== Segment start ==

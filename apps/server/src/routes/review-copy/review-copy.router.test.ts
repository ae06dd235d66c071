import { eq } from 'drizzle-orm'
import { afterAll, beforeAll, expect, it } from 'vitest'
import { ReviewCopyAnswer } from '@coldfill/contract'
import { reviewCopies } from '../../db/schema/index.ts'
import { sha256 } from '../../review/content-hash.ts'
import { download, partOf, wordsOf } from '../../testing/documents.ts'
import { createTeam, type Team } from '../../testing/team.ts'
import { createTestApp, type TestApp } from '../../testing/test-app.ts'

/** One review copy after the other of the first issue; the steps follow each other. */
let t: TestApp
let team: Team
let at: string

beforeAll(async () => {
  t = await createTestApp()
  team = await createTeam(t)
  at = `${team.at}/revisions/-/review-copy`
})
afterAll(() => t.close())

const copy = async () => ReviewCopyAnswer.parse((await team.reviewer.get(at).expect(200)).body).copy

/** Authors and words of the comments, in order. */
const comments = (docx: Uint8Array): string[] =>
  (partOf(docx, 'word/comments.xml').match(/<w:comment .*?<\/w:comment>/gs) ?? []).map(
    (comment) => `${/w:author="([^"]*)"/.exec(comment)?.[1]}: ${comment.replace(/<[^>]+>/g, '')}`,
  )

it('is there only once it was asked for, of a revision that exists', async () => {
  await team.reviewer.get(at).expect(404)
  await team.issue()
  expect(await copy()).toBeNull()
  await team.reviewer.get(`${at}/file`).expect(404)
  await team.reviewer.post(`${team.at}/revisions/Q/review-copy`).expect(404)
})

it('has each redline as a comment at its row with the answers, pending ones left out', async () => {
  const revision = await team.revision('-')
  const write = (text: string) =>
    team.reviewer
      .post(`${team.at}/redlines`)
      .send({ anchor: { type: 'row', mark: 'ET-1' }, text })
      .expect(201)
  await write('Why a bladder?')
  await team.review(revision, 'revise', 'See the redline.')
  await write('Still pending.')
  await team.consultant.post(`${team.at}/redlines/1/replies`).send({ text: 'It can be replaced.' }).expect(201)
  await team.reviewer.post(`${team.at}/redlines/1/close`).send({ comment: 'Seen.' }).expect(200)

  const asked = ReviewCopyAnswer.parse((await team.consultant.post(at).expect(202)).body).copy
  expect(asked).toMatchObject({ state: 'preparing', askedBy: 'Runa Sedge', file: null })
  await t.settle()
  const ready = await copy()
  expect(ready).toMatchObject({ state: 'ready', file: { name: 'T-1-review-copy.docx', redlines: 1 } })
  const bytes = await download(team.reviewer, ready?.file?.href ?? '')
  expect(sha256(bytes)).toBe(ready?.file?.sha256)
  expect(comments(bytes)).toEqual([
    expect.stringMatching(/^Otto Vane: Why a bladder\?/),
    'Runa Sedge: It can be replaced.',
    'Otto Vane: Seen. Closed.',
  ])
  // The issue is dated by itself, not by the moment of the copy.
  expect(wordsOf(bytes)).toContain(revision.issuedAt.slice(0, 10))
})

it('asked for again has the redlines of that moment', async () => {
  await team.reviewer.post(`${team.at}/redlines/1/reopen`).send({ comment: 'After all not.' }).expect(200)
  const before = await copy()
  await team.reviewer.post(at).expect(202)
  // Asking twice makes one.
  await team.consultant.post(at).expect(202)
  await t.settle()
  const after = await copy()
  expect(after?.askedBy).toBe('Otto Vane')
  expect(after?.askedAt).not.toBe(before?.askedAt)
  expect(comments(await download(team.reviewer, after?.file?.href ?? '')).at(-1)).toBe(
    'Otto Vane: After all not. Reopened.',
  )
})

it('says why it could not be made, and is made when asked again', async () => {
  const revision = await team.revision('-')
  await t.deps.db
    .update(reviewCopies)
    .set({ attempts: 3, name: null, size: null, sha256: null, content: null })
    .where(eq(reviewCopies.revisionId, revision.id))
  t.deps.fileMaker.wake()
  await t.settle()
  expect(await copy()).toMatchObject({ state: 'failed', problem: expect.stringMatching(/several times/) as string })
  await team.reviewer.post(at).expect(202)
  await t.settle()
  expect((await copy())?.state).toBe('ready')
})

it('is found again after a stop', async () => {
  const revision = await team.revision('-')
  await t.deps.db
    .update(reviewCopies)
    .set({ attempts: 1, name: null, size: null, sha256: null, content: null })
    .where(eq(reviewCopies.revisionId, revision.id))
  expect((await copy())?.state).toBe('preparing')
  t.deps.fileMaker.wake()
  await t.settle()
  expect((await copy())?.state).toBe('ready')
})

it('is not handed out where the stored bytes were altered, and never to a contractor', async () => {
  await team.contractor.get(at).expect(404)
  await team.contractor.post(at).expect(404)
  await team.contractor.get(`${at}/file`).expect(404)
  const revision = await team.revision('-')
  await t.deps.db
    .update(reviewCopies)
    .set({ content: new Uint8Array([1]) })
    .where(eq(reviewCopies.revisionId, revision.id))
  expect((await team.reviewer.get(`${at}/file`).expect(500)).body).toMatchObject({ code: 'file_damaged' })
})
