import { water } from '@coldfill/engine'
import { writeSchedule } from '@coldfill/documents'
import { clinicProject, documentOptions } from '@coldfill/documents/testing'
import { describe, expect, it } from 'vitest'
import { hasOffice, leftOut } from './office.ts'
import { formulaResults, readWorkbook, recalculated } from './recalculate.ts'

/** Relative, as the workbook promises it. */
const TOLERANCE = 1e-9

const off = (found: unknown, expected: unknown): boolean =>
  typeof found !== 'number' ||
  typeof expected !== 'number' ||
  Math.abs(found - expected) > TOLERANCE * Math.max(Math.abs(expected), 1e-30)

describe.skipIf(!hasOffice)(`the workbook recalculated by LibreOffice${leftOut}`, () => {
  it.each(['US', 'SI'] as const)('gives the value of the engine in every formula cell, in %s units', async (units) => {
    const bytes = await writeSchedule(clinicProject(water.functions), documentOptions(units))
    const expected = formulaResults(await readWorkbook(bytes))
    const found = formulaResults(await recalculated(bytes))
    expect(expected.size).toBeGreaterThan(90)
    expect(found.size).toBe(expected.size)
    const wrong = [...expected].filter(([cell, value]) => off(found.get(cell), value))
    expect(wrong.map(([cell, value]) => `${cell}: ${String(found.get(cell))}, not ${String(value)}`)).toEqual([])
  })
})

== Segment end ==

= Task instructions =
Output the records once more, exactly as they stand.

= Task result =
filename apps/server/src/routes/review-copy/review-copy.router.test.ts
repository ae06dd235d66c071
import { eq } from 'drizzle-orm'
import { afterAll, beforeAll, expect, it } from 'vitest'
import { ReviewCopyAnswer } from '@coldfill/contract'
import { reviewCopies } from '../../db/schema/index.ts'
import { sha256 } from '../../review/content-hash.ts'
import { download, partOf, wordsOf } from '../../testing/documents.ts'
import { createTeam, type Team } from '../../testing/team.ts'
import { createTestApp, type TestApp } from '../../testing/test-app.ts'

/** One review copy after the other of the first issue; the steps follow each other. */
let t: TestApp
let team: Team
let at: string

beforeAll(async () => {
  t = await createTestApp()
  team = await createTeam(t)
  at = `${team.at}/revisions/-/review-copy`
})
afterAll(() => t.close())

const copy = async () => ReviewCopyAnswer.parse((await team.reviewer.get(at).expect(200)).body).copy

/** Authors and words of the comments, in order. */
const comments = (docx: Uint8Array): string[] =>
  (partOf(docx, 'word/comments.xml').match(/<w:comment .*?<\/w:comment>/gs) ?? []).map(
    (comment) => `${/w:author="([^"]*)"/.exec(comment)?.[1]}: ${comment.replace(/<[^>]+>/g, '')}`,
  )

it('is there only once it was asked for, of a revision that exists', async () => {
  await team.reviewer.get(at).expect(404)
  await team.issue()
  expect(await copy()).toBeNull()
  await team.reviewer.get(`${at}/file`).expect(404)
  await team.reviewer.post(`${team.at}/revisions/Q/review-copy`).expect(404)
})

it('has each redline as a comment at its row with the answers, pending ones left out', async () => {
  const revision = await team.revision('-')
  const write = (text: string) =>
    team.reviewer
      .post(`${team.at}/redlines`)
      .send({ anchor: { type: 'row', mark: 'ET-1' }, text })
      .expect(201)
  await write('Why a bladder?')
  await team.review(revision, 'revise', 'See the redline.')
  await write('Still pending.')
  await team.consultant.post(`${team.at}/redlines/1/replies`).send({ text: 'It can be replaced.' }).expect(201)
  await team.reviewer.post(`${team.at}/redlines/1/close`).send({ comment: 'Seen.' }).expect(200)

  const asked = ReviewCopyAnswer.parse((await team.consultant.post(at).expect(202)).body).copy
  expect(asked).toMatchObject({ state: 'preparing', askedBy: 'Runa Sedge', file: null })
  await t.settle()
  const ready = await copy()
  expect(ready).toMatchObject({ state: 'ready', file: { name: 'T-1-review-copy.docx', redlines: 1 } })
  const bytes = await download(team.reviewer, ready?.file?.href ?? '')
  expect(sha256(bytes)).toBe(ready?.file?.sha256)
  expect(comments(bytes)).toEqual([
    expect.stringMatching(/^Otto Vane: Why a bladder\?/),
    'Runa Sedge: It can be replaced.',
    'Otto Vane: Seen. Closed.',
  ])
  // The issue is dated by itself, not by the moment of the copy.
  expect(wordsOf(bytes)).toContain(revision.issuedAt.slice(0, 10))
})

it('asked for again has the redlines of that moment', async () => {
  await team.reviewer.post(`${team.at}/redlines/1/reopen`).send({ comment: 'After all not.' }).expect(200)
  const before = await copy()
  await team.reviewer.post(at).expect(202)
  // Asking twice makes one.
  await team.consultant.post(at).expect(202)
  await t.settle()
  const after = await copy()
  expect(after?.askedBy).toBe('Otto Vane')
  expect(after?.askedAt).not.toBe(before?.askedAt)
  expect(comments(await download(team.reviewer, after?.file?.href ?? '')).at(-1)).toBe(
    'Otto Vane: After all not. Reopened.',
  )
})

it('says why it could not be made, and is made when asked again', async () => {
  const revision = await team.revision('-')
  await t.deps.db
    .update(reviewCopies)
    .set({ attempts: 3, name: null, size: null, sha256: null, content: null })
    .where(eq(reviewCopies.revisionId, revision.id))
  t.deps.fileMaker.wake()
  await t.settle()
  expect(await copy()).toMatchObject({ state: 'failed', problem: expect.stringMatching(/several times/) as string })
  await team.reviewer.post(at).expect(202)
  await t.settle()
  expect((await copy())?.state).toBe('ready')
})

it('is found again after a stop', async () => {
  const revision = await team.revision('-')
  await t.deps.db
    .update(reviewCopies)
    .set({ attempts: 1, name: null, size: null, sha256: null, content: null })
    .where(eq(reviewCopies.revisionId, revision.id))
  expect((await copy())?.state).toBe('preparing')
  t.deps.fileMaker.wake()
  await t.settle()
  expect((await copy())?.state).toBe('ready')
})

it('is not handed out where the stored bytes were altered, and never to a contractor', async () => {
  await team.contractor.get(at).expect(404)
  await team.contractor.post(at).expect(404)
  await team.contractor.get(`${at}/file`).expect(404)
  const revision = await team.revision('-')
  await t.deps.db
    .update(reviewCopies)
    .set({ content: new Uint8Array([1]) })
    .where(eq(reviewCopies.revisionId, revision.id))
  expect((await team.reviewer.get(`${at}/file`).expect(500)).body).toMatchObject({ code: 'file_damaged' })
})
import { water } from '@coldfill/engine'
import { writeSchedule } from '@coldfill/documents'
import { clinicProject, documentOptions } from '@coldfill/documents/testing'
import { describe, expect, it } from 'vitest'
import { hasOffice, leftOut } from './office.ts'
import { formulaResults, readWorkbook, recalculated } from './recalculate.ts'

/** Relative, as the workbook promises it. */
const TOLERANCE = 1e-9

const off = (found: unknown, expected: unknown): boolean =>
  typeof found !== 'number' ||
  typeof expected !== 'number' ||
  Math.abs(found - expected) > TOLERANCE * Math.max(Math.abs(expected), 1e-30)

describe.skipIf(!hasOffice)(`the workbook recalculated by LibreOffice${leftOut}`, () => {
  it.each(['US', 'SI'] as const)('gives the value of the engine in every formula cell, in %s units', async (units) => {
    const bytes = await writeSchedule(clinicProject(water.functions), documentOptions(units))
    const expected = formulaResults(await readWorkbook(bytes))
    const found = formulaResults(await recalculated(bytes))
    expect(expected.size).toBeGreaterThan(90)
    expect(found.size).toBe(expected.size)
    const wrong = [...expected].filter(([cell, value]) => off(found.get(cell), value))
    expect(wrong.map(([cell, value]) => `${cell}: ${String(found.get(cell))}, not ${String(value)}`)).toEqual([])
  })
})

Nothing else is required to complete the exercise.